Ils exposent être propriétaires d’un appartement situé au sein de l’immeuble situé 13 rue Sainte Même à Chartres. Ils indiquent que dans ce même immeuble, la société DHUMA exploite un restaurant dénommé « LE PUNJAB », dans des locaux appartenant à Monsieur [F] [P]. Soutenant subir des nuisances sonores et olfactives, ils font valoir qu’ils ont alerté la commune de Chartres, ainsi que le syndic de copropriété, la société LP GESTION, sans résultat.
A l’audience du 02 décembre 2024, les demandeurs sollicitent le bénéfice de leur assignation, par les moyens y exposés et auxquels il convient de se référer.
Le syndicat des copropriétaires ainsi que Monsieur [F] [P] formulent protestations et réserves d’usage.

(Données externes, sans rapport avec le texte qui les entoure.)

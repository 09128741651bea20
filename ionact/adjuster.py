"""Ionic strength adjuster (ISA) design: the method developer's job, end to end.

An ISA is a concentrated, inert electrolyte added in a fixed volume ratio to every sample
and standard so that the analyte's activity coefficient is (nearly) the same in all of
them. :func:`design_adjuster` proves it: it mixes every sample of the population (an
ionic-strength range with a background salt, explicit matrices, or conductivity /
dissolved-solids figures) at every analyte level with the ISA, does the same for the
calibration standards, and finds the largest potential error

    |ΔE| = (S/|z|) · |log10(γ_sample / γ_standard)|

over samples × analyte levels × standards. It then solves for the smallest stock
strength (``solve="stock"``) or volume ratio (``solve="ratio"``) that meets the budget,
or evaluates a given design (``solve="none"``), and checks the design: solubility at the
coldest lab temperature, the model's ionic-strength range, the electrode's linear range,
the ISA's own ions as interferents, precipitation with stated matrix ions, and the pH
buffer. The result carries a recipe in grams per litre and the cautions that apply.

Mixing is on the molar basis with volume additivity; molalities for the activity model
come from the solution-density model (apparent molar volumes), or ρ_w when
``density="water"``.
"""

from __future__ import annotations

import math
import warnings
from collections.abc import Mapping
from dataclasses import dataclass, field

import numpy as np

from . import water
from .activity import _options, select_model
from .errors import InfeasibleDesignError, InputError, IonactError, MissingParameterError, ValidityRangeWarning
from .models.registry import MODELS, Batch, get_model, log10_gamma
from .references import cite
from .solution import Solution, ionic_strength_from_conductivity, ionic_strength_from_tds
from .species import Ion, Salt, resolve_ion
from .tables import acid_table, ksp_table
from .units import MOLAR, parse_amount

__all__ = [
    "Buffer",
    "Check",
    "Component",
    "AdjusterDesign",
    "AdjusterComparison",
    "design_adjuster",
    "compare_adjusters",
    "CAUTIONS",
    "DESIGN_FORMAT",
    "DESIGN_VERSION",
]

DESIGN_FORMAT = "ionact-adjuster-design"
DESIGN_VERSION = 1
LN10 = math.log(10.0)

CAUTIONS = {
    "general": (
        "Prepare and handle the stock following the supplier's safety data sheet (SDS) for every "
        "component; wear eye protection and gloves when handling concentrated reagents."
    ),
    "oxidiser": "{name} is an oxidiser: keep it away from organic material and reducing agents.",
    "perchlorate": "{name}: perchlorates are strong oxidisers; residues with organic matter can be hazardous.",
    "ammonium": "{name}: ammonium salts release ammonia with strong base; do not mix the stock with alkalis.",
    "fluoride": "{name} is toxic (fluoride): avoid ingestion and skin contact; acidified fluoride forms HF.",
    "corrosive": "{name} is corrosive: add it slowly, with eye protection and gloves.",
    "acetic": "Glacial acetic acid is corrosive and its vapour irritant: dispense it in a fume hood.",
    "regulatory": (
        "This design is an aid, not a validated method: results for regulatory reporting follow the "
        "governing standard method and the laboratory's accreditation, and local codes and licensed "
        "practice take precedence."
    ),
}


@dataclass(frozen=True)
class Component:
    """One stock component: a salt (hydrates as written) or a neutral species."""

    label: str
    ions: tuple[tuple[str, int], ...]
    molar_mass: float
    role: str  # "salt" (scaled by solve="stock"), "buffer-acid", "buffer-base"
    hazards: tuple[str, ...] = ()
    salt: Salt | None = None


@dataclass(frozen=True)
class Buffer:
    """A pH buffer pair added to the stock.

    Parameters
    ----------
    acid, base : str
        The acid and conjugate-base carriers: a neutral species ("CH3COOH", "NH3") or a
        salt ("CH3COONa", "NH4Cl"); the pair must be in the acid table (or give ``pka``).
    pH : float
        The target pH of the treated solutions (activity scale, pH = −log10 a_H).
    total : float or str
        Total buffer (acid + base) in the stock, mol/L.
    pka : float, optional
        Overrides the tabulated pKa (25 °C, I = 0).
    """

    acid: str
    base: str
    pH: float
    total: float | str = 1.0
    pka: float | None = None

    def __post_init__(self) -> None:
        object.__setattr__(self, "pH", _num(self.pH, "buffer pH", 0.0, 14.0, lo_open=True))
        if self.pka is not None:
            object.__setattr__(self, "pka", _num(self.pka, "buffer pka", -2.0, 16.0))
        for name in ("acid", "base"):
            if not isinstance(getattr(self, name), str):
                raise InputError(f"buffer {name} {getattr(self, name)!r} must be a species or salt formula")


@dataclass(frozen=True)
class Check:
    """One check on a design: ``status`` is "ok", "warning" or "fail"."""

    name: str
    status: str
    message: str


def _component(key) -> Component:
    if isinstance(key, Salt):
        return Component(key.text, key.ions, key.molar_mass, "salt", key.hazards, key)
    if not isinstance(key, str):
        raise InputError(f"a stock component must be a salt formula or Salt, got {key!r}")
    try:
        s = Salt.parse(key)
        return Component(s.text, s.ions, s.molar_mass, "salt", s.hazards, s)
    except Exception as exc_salt:
        try:
            ion = resolve_ion(key)
        except Exception:
            raise exc_salt from None
        if ion.charge != 0:
            raise InputError(f"stock component {key!r} is a single ion; give the salt that carries it") from None
        hazards = ("corrosive", "acetic") if ion.formula == "CH3COOH" else ()
        return Component(ion.name, ((ion.name, 1),), ion.molar_mass, "salt", hazards)


def _mol_per_l(value, what: str) -> float:
    amt = parse_amount(value, None, default_basis=MOLAR) if isinstance(value, str) else None
    if amt is not None:
        if amt.basis != MOLAR:
            raise InputError(f"{what} {value!r} must be a molar amount (mol/L)")
        v = float(amt.value)
    else:
        try:
            v = float(value)
        except (TypeError, ValueError):
            raise InputError(f"{what} {value!r} is not a number of mol/L") from None
    if not (math.isfinite(v) and v >= 0):
        raise InputError(f"{what} {value!r} must be finite and ≥ 0 mol/L")
    return v


def _analyte_levels(spec, ion: Ion, what: str, n: int) -> np.ndarray:
    if spec is None:
        raise InputError(f"{what} is required: (low, high) in mol/L or unit strings such as '1 mg/L as N'")
    try:
        lo, hi = spec
    except (TypeError, ValueError):
        raise InputError(f"{what} {spec!r} must be a pair (low, high)") from None
    vals = []
    for v in (lo, hi):
        a = parse_amount(v, ion, default_basis=MOLAR)
        if a.basis != MOLAR:
            raise InputError(f"{what}: {v!r} must be a concentration per volume (mol/L, mg/L …)")
        vals.append(float(a.value))
    lo_v, hi_v = vals
    if not (0 < lo_v <= hi_v):
        raise InputError(f"{what} ({lo!r}, {hi!r}) must satisfy 0 < low ≤ high")
    return np.unique(np.geomspace(lo_v, hi_v, n)) if hi_v > lo_v else np.array([lo_v])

La société DHUMA s’oppose à la demande d’expertise et sollicite la condamnation des demandeurs à lui verser la somme de 1.500 euros au titre de l’article 700 du code de procédure civile et aux dépens. Elle fait valoir qu’aucune nuisance olfactive ou sonore n’a été détectée dans l’appartement des demandeurs. Elle ajoute qu’elle a procédé en novembre 2023 à un nettoyage des conduits de la hotte de son établissement, que la sous-commission départementale pour la sécurité contre les risques d’incendie et de panique pour les établissements recevant du public a émis un avis favorable à la poursuite de l’activité de l’établissement le 12 juillet 2024, et qu’en septembre 2024, le service qualité et sécurité des aliments de la direction départementale de l’emploi, du travail, des solidarités et de la protection des populations a estimé que les installations étaient conformes.
La société LP GESTION n’a pas constitué avocat et n’a pas comparu.

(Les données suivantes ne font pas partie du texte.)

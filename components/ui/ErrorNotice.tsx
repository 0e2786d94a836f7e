import { StyleSheet, Text } from 'react-native';
import { ApiError, ApiUnreachableError } from '../http/client';
import { messageWords } from '../http/fieldErrors';
import { colors, type } from '../theme';
import { Button } from './Button';
import { Notice } from './Notice';

interface ErrorNoticeProps {
  error: Error;
  /** What failed to load, in words: "the conservation laws and mechanism classes". */
  what: string;
  onRetry: () => void;
  testID?: string;
}

/** Says what went wrong with a request and what to do about it, with a way to try again. */
export function ErrorNotice({ error, what, onRetry, testID }: ErrorNoticeProps) {
  const retry = <Button label="Retry" onPress={onRetry} testID={testID && `${testID}-retry`} />;

  if (error instanceof ApiUnreachableError) {
    return (
      <Notice tone="error" role="alert" testID={testID} title="Counterweight's server could not be reached." action={retry}>
        Check that <Text style={type.mono}>npm start</Text> is running, then retry.
      </Notice>
    );
  }
  if (error instanceof ApiError) {
    return (
      <Notice tone="error" role="alert" testID={testID} title={`The server could not send ${what}.`} action={retry}>
        {messageWords(error.message)} <Text style={styles.code}>({error.code}, HTTP {error.status})</Text>{' '}
        If it keeps failing, the server's log says why.
      </Notice>
    );
  }
  return (
    <Notice tone="error" role="alert" testID={testID} title={`Something went wrong while loading ${what}.`} action={retry}>
      {error.message} Retry; if it keeps happening, report it with this message.
    </Notice>
  );
}

const styles = StyleSheet.create({
  code: { ...type.mono, color: colors.inkMuted },
});
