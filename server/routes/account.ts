/** The signed-in user's own account: display name and password. */
import { Router } from 'express';
import { changePasswordSchema, updateAccountSchema } from '../../shared/schemas/auth';
import { validate } from '../http/validate';
import type { Allow } from '../policies';
import type { Accounts } from '../services/accounts';

export function accountRoutes(allow: Allow, accounts: Accounts): Router {
  const r = Router();

  r.patch('/account', allow('account.updateProfile'), async (req, res) => {
    const { displayName } = validate(updateAccountSchema, req.body ?? {}, 'body');
    const user = await accounts.changeDisplayName(req.user!.id, displayName);
    res.json({ user: user.toDto() });
  });

  r.post('/account/password', allow('account.changePassword'), async (req, res) => {
    const { currentPassword, newPassword } = validate(changePasswordSchema, req.body ?? {}, 'body');
    await accounts.changePassword(req.user!.id, currentPassword, newPassword, req.sessionID);
    res.json({});
  });

  return r;
}
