interface Register {
  add(name: string, xml: string): void;
  get(name: string): string;
  has(name: string): boolean;
}
const csl = plugins.config.get('@csl') as { templates: Register; locales: Register };

const TEMPLATE: Record<CitationStyle, string> = { apa: 'apa', vancouver: 'cw-vancouver', harvard: 'harvard1' };
/** Cite Them Right is a British manual (its CSL style's default locale is en-GB); the other two are American. */
const LANG: Record<CitationStyle, string> = { apa: 'en-US', vancouver: 'en-US', harvard: 'en-GB' };

if (!csl.locales.has('en-GB')) {
  // citation-js ships en-US but not en-GB. The CSL project's locales-en-GB.xml differs from en-US in
  // what a reference list shows in three ways, made here: punctuation outside quotation marks
  // (punctuation-in-quote="false"), single quotation marks outside and double inside, and dates as
  // "7 June 2025" (day month year). Cite Them Right's own examples read the same way
  // ("(Accessed: 28 March 2024)", "'Title of chapter', in ...").
  const us = csl.locales.get('en-US');
  const gb = us
    .replace(/xml:lang="en-US"/, 'xml:lang="en-GB"')
    .replace(/punctuation-in-quote="true"/, 'punctuation-in-quote="false"')
    .replace(/<date form="text">[\s\S]*?<\/date>/, '<date form="text"><date-part name="day" suffix=" "/><date-part name="month" suffix=" "/><date-part name="year"/></date>')
    .replace('<term name="open-quote">“</term>', '<term name="open-quote">‘</term>')
    .replace('<term name="close-quote">”</term>', '<term name="close-quote">’</term>')
    .replace('<term name="open-inner-quote">‘</term>', '<term name="open-inner-quote">“</term>')
    .replace('<term name="close-inner-quote">’</term>', '<term name="close-inner-quote">”</term>');
  csl.locales.add('en-GB', gb);
}

if (!csl.templates.has('cw-vancouver')) {
  const xml = csl.templates.get('vancouver');
  // The style's own in-style locale (CSL 1.0.2, "In-style localization") takes one more term.
  const term = '<term name="page-range-delimiter">-</term>';
  const patched = /<locale[^>]*>[\s\S]*?<terms>/.test(xml)
    ? xml.replace(/(<locale[^>]*>[\s\S]*?<terms>)/, `$1${term}`)
    : xml.replace(/<\/info>/, `</info><locale><terms>${term}</terms></locale>`);
  csl.templates.add('cw-vancouver', patched);
}

const clip = (s: string) => (s.length > 500 ? `${s.slice(0, 500)}…` : s);
const reasonOf = (err: unknown) => {
  const msg = err instanceof Error ? err.message : String(err);
  return msg.split('\n')[0].trim().replace(/:$/, '') || 'could not be read';
};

Les débats clos, l’affaire a été mise en délibéré au 06 janvier 2025 par mise à disposition au greffe.
MOTIFS DE LA DECISION
Aux termes de l’article 472 du code de procédure civile, Si le défendeur ne comparaît pas, il est néanmoins statué sur le fond.
Le juge ne fait droit à la demande que dans la mesure où il l’estime régulière, recevable et bien fondée.
Sur la demande d’expertise
En application de l’article 145 du code de procédure civile, s’il existe un motif légitime de conserver ou d’établir avant tout procès la preuve de faits dont pourrait dépendre la solution d’un litige, les mesures d’instruction légalement admissibles peuvent être ordonnées à la demande de tout intéressé, sur requête ou en référé.
La double condition pour obtenir une mesure d’instruction sur le fondement de l’article 145 du code de procédure civile tient à l’existence d’un litige et d’un motif légitime à conserver ou établir une preuve avant tout procès. La première est suffisamment caractérisée dès lors que le demandeur précise en quoi les parties sont en désaccord ou pourraient être en désaccord dans le cadre du litige à venir. La seconde est présumée, sauf au défendeur à démontrer que l’action au fond serait vouée à l’échec.
En l’espèce, les demandeurs versent aux débats un procès-verbal de constat en date du 13 décembre 2023 aux termes duquel le commissaire de justice décrit la présence, dans les parties communes de l’immeuble, d’une « forte odeur de cuisine », cette même odeur étant également relevée dans le logement de Monsieur [I] [H] et Monsieur [M] [H].
S’il résulte du rapport d’expertise amiable du 12 février 2024 que l’expert n’a pas constaté de nuisances olfactives à l’intérieur du logement, ce même rapport précise que « le rapport de visite du 28/11/2023 du syndic de copropriété CITYA confirmait, lui aussi, l’existence » de ces nuisances, l’expert estimant que le « trouble déclaré (…) est plausible ».
La circonstance que la sous-commission départementale pour la sécurité contre les risques d’incendie et de panique dans les établissements recevant du public et les immeubles de grande hauteur ait émis à avis favorable à la poursuite de l’activité le 27 juin 2024 ou encore qu’une inspection au titre de la sécurité sanitaires des aliments réalisée le 17 septembre 2024 ait conclu que « la maîtrise des risques sanitaires » dans l’établissement était désormais évaluée comme « acceptable », est sans incidence, dès lors que les contrôles réalisés ne portent aucunement sur l’existence, ou non, de nuisances olfactives dans l’immeuble en copropriété, et plus particulièrement dans l’appartement des demandeurs.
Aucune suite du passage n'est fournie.